Coordination: While the principles involved are not complicated, the operation described requires very close coordination of the entire crew and service technicians, including the driller, mud logger, pumping unit operator, etc. The choreography involved can be especially challenging for an offshore rig or in the absence of day light, which makes it difficult to establish sight communications and references.

Figure 6
Figure 6

Returns in annulus: In this case, the formation had strengthened enough to provide fluid return at 0.25 BPM. This resulted in a true BIBO operation and provided VO/VI data to help establish pressure and volume criteria for the operation. If the annulus is packed off and no return can be observed, the procedure should be modified based on the charge volume needed to establish peak pressure, such as can be determined in Figures 2 and 4.

Pressure and volume measurement: Experience indicates that pressure and volume measurements from various sources on the rig can be different. Some of this may be due to the device used or location of the measuring points (e.g., standpipe gauge, pumping unit chart readings, mud logger readout, trip tank reading, fluid hold up in flow line or MGS system).

It is not uncommon to find false readings from a defective gauge. These parameters should be checked for consistency and any differences reconciled before starting the pumping procedure.

Flow back: When the pump is shut off, the well may flow back. This is expected since the 4- to 5-bbl charge volume has to flow back when pumping stops and the system relaxes to its uncharged state. This flow can be through the annulus if it is not packed off, or through the bit and drillstring if there is no float or the float malfunctions, or not at all if the annulus is packed off and the float holds.

CONCLUSIONS

Simultaneous loss and ballooning is not uncommon in HPHT wells. A modified BIBO-LOT process was applied to trip out from a very deep HPHT well that was experiencing these conditions. Successful application of this procedure helped to avoid further large mud losses in the charged-up zones and induced fractures, thus avoiding a more complicated and expensive scenario for this well. These same principles should be applicable to similar challenging drilling scenarios.
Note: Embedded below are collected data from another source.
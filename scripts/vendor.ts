// Copies to public/vendor what the browser fetches by URL and no bundler sees; run before every build and `npm run dev`.
import { copyFileSync, mkdirSync } from 'node:fs';
import { createRequire } from 'node:module';
import { basename } from 'node:path';
import { fileURLToPath } from 'node:url';

const here = createRequire(import.meta.url);
const scanner = createRequire(here.resolve('barcode-detector')); // it brings its own zxing-wasm
const folder = fileURLToPath(new URL('../public/vendor', import.meta.url));

mkdirSync(folder, { recursive: true });
for (const file of [
  here.resolve('maplibre-gl/dist/maplibre-gl-worker.mjs'),
  scanner.resolve('zxing-wasm/reader/zxing_reader.wasm'),
  here.resolve('@fontsource-variable/besley/files/besley-latin-wght-normal.woff2'),
  here.resolve('@fontsource-variable/besley/files/besley-latin-wght-italic.woff2'),
]) {
  copyFileSync(file, `${folder}/${basename(file)}`);
}
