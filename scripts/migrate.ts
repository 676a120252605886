// Brings a database up to date, an empty one included; run it before every start (`npm run db:migrate`). It needs
// MIGRATE_DATABASE_URL (the owner) and QUEUE_DATABASE_URL (the job queue's role), prepared by scripts/setup/*.sql.
import { fileURLToPath, pathToFileURL } from 'node:url';
import { drizzle } from 'drizzle-orm/node-postgres';
import { migrate } from 'drizzle-orm/node-postgres/migrator';
import { Logger, runMigrations } from 'graphile-worker';
import { Pool } from 'pg';

const MIGRATIONS = fileURLToPath(new URL('../migrations', import.meta.url));

type Urls = { ownerUrl: string; queueUrl: string };

/** Runs the project's migrations as the owner and the queue's as its own role; safe to repeat. */
export async function migrateAll({ ownerUrl, queueUrl }: Urls): Promise<void> {
  await migrateTables(ownerUrl);
  await withPool(ownerUrl, (owner) => owner.query(whileQueueMayCreate('grant', 'to')));
  await migrateQueue(queueUrl);
  await withPool(ownerUrl, (owner) => owner.query(whileQueueMayCreate('revoke', 'from')));
}

async function migrateTables(ownerUrl: string) {
  await withPool(ownerUrl, async (pool) => {
    await pool.query(APP_RIGHTS); // before the tables: a migration that takes a right away has the last word
    await migrate(drizzle({ client: pool }), { migrationsFolder: MIGRATIONS });
  });
}

async function migrateQueue(queueUrl: string) {
  await withPool(queueUrl, async (pool) => {
    await runMigrations({ pgPool: pool, logger: new Logger(() => (level, message) => {
      if (level === 'error' || level === 'warning') console.error(message);
    }) });
    await pool.query(ENQUEUE);
    await pool.query(WORKERS);
  });
}

async function withPool(connectionString: string, run: (pool: Pool) => Promise<unknown>) {
  const pool = new Pool({ connectionString, max: 2 });
  const lost = () => undefined; // the next query says so
  pool.on('error', lost).on('connect', (client) => client.on('error', lost));
  try {
    await run(pool);
  } finally {
    await pool.end();
  }
}

/** The queue's first migration says "create schema if not exists", which asks for this right even where the schema is. */
const whileQueueMayCreate = (verb: string, preposition: string) =>
  `do $$ begin execute format('${verb} create on database %I ${preposition} leafhalt_queue', current_database()); end $$`;

const APP_RIGHTS = `
  grant usage on schema public to leafhalt_app;
  alter default privileges for role leafhalt_owner in schema public grant select, insert, update, delete on tables to leafhalt_app;
  alter default privileges for role leafhalt_owner in schema public grant usage, select on sequences to leafhalt_app;`;

/** What the application may do to the queue: add a job in its own transaction, and nothing else. */
const ENQUEUE = `
  create or replace function queue.enqueue(task text, payload json, run_at timestamptz, job_key text) returns void
    language sql security definer set search_path = pg_catalog, pg_temp
    as $$ select graphile_worker.add_job(task, payload := payload, run_at := run_at, max_attempts := 8, job_key := job_key) $$;
  revoke all on function queue.enqueue(text, json, timestamptz, text) from public;
  grant usage on schema queue to leafhalt_app;
  grant execute on function queue.enqueue(text, json, timestamptz, text) to leafhalt_app;`;

/** Which workers live: a row for each process, believed only while its advisory lock is held. */
const WORKERS = 'create table if not exists queue.workers (lock_key bigint primary key, names text[] not null, seen_at timestamptz not null)';

if (process.argv[1] && import.meta.url === pathToFileURL(process.argv[1]).href) {
  const { MIGRATE_DATABASE_URL: ownerUrl, QUEUE_DATABASE_URL: queueUrl } = process.env;
  if (!ownerUrl || !queueUrl) {
    console.error('Set MIGRATE_DATABASE_URL and QUEUE_DATABASE_URL; .env.example explains them.');
    process.exit(1);
  }
  await migrateAll({ ownerUrl, queueUrl });
}
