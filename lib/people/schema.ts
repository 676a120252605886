import { z } from 'zod';
import { ROLES } from '@/lib/core/words';
import { emailField, optionalTextField, phoneField, textField } from '@/lib/core/fields';
import { idField } from '@/lib/core/ids';
import { passwordProblem } from './rules/password';

export const askForCodeInput = z.object({ email: emailField });

/** Six digits, with or without a space in the middle. */
export const signInCodeInput = z.object({
  email: emailField,
  code: z.string({ error: 'Type the six figures of the code.' }).transform((text) => text.replace(/[\s-]/g, ''))
    .refine((text) => /^\d{6}$/.test(text), { error: 'The code has six figures. Look at the newest letter.' }),
});

export const signInLinkInput = z.object({ secret: z.string().min(40).max(100) });

export const signInPasswordInput = z.object({ email: emailField, password: z.string({ error: 'Type your password.' }).min(1, { error: 'Type your password.' }).max(1000) });

/** NIST SP 800-63B-4: length and a blocklist, no composition rules; counted in code points after NFKC. */
export const newPasswordInput = z.object({ password: z.string().max(1000) }).transform(({ password }, context) => {
  const plain = password.normalize('NFKC');
  const problem = passwordProblem(plain);
  if (problem !== null) context.addIssue({ code: 'custom', message: problem, path: ['password'] });
  return { password: plain };
});

const roleField = z.enum(ROLES, { error: 'Choose a role.' });

export const inviteOfficerInput = z.object({ name: textField('a name'), email: emailField, role: roleField });
export const giveRoleInput = z.object({ accountId: idField<'account'>(), role: roleField });
export const takeRoleInput = giveRoleInput;

/** An e-mail address that may be left out. */
const optionalEmail = z.union([z.literal('').transform(() => null), emailField]).optional().transform((email) => email ?? null);

export const contactInput = z.object({
  personId: idField<'person'>(),
  email: optionalEmail,
  phone: phoneField,
  street: optionalTextField(120),
  town: optionalTextField(80),
  postcode: optionalTextField(20),
});

export const nothingInput = z.object({});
This article is based on a presentation at the IADC Well Control Asia Pacific 2009 Conference & Exhibition, 18-19 November, Bangkok, Thailand.

Fred Ng is general manager of engineering at Wild Well Control Inc. He has over 25 years of experience in operational, technical and management responsibilities. He served extensive assignments covering land and offshore drilling operations in the Gulf Coast, Alaska, Texas, Indonesia, Malaysia, China, New Zealand and Ghana. He is a mechanical engineer by training and holds a B.S. from the University of New South Wales and M.S. and Ph.D. from Texas A&M. He has taught in mechanical engineering and petroleum engineering at the University of Houston.

He is the author of “Kick Handling with Losses in an HPHT Environment,” World Oil, March 2009.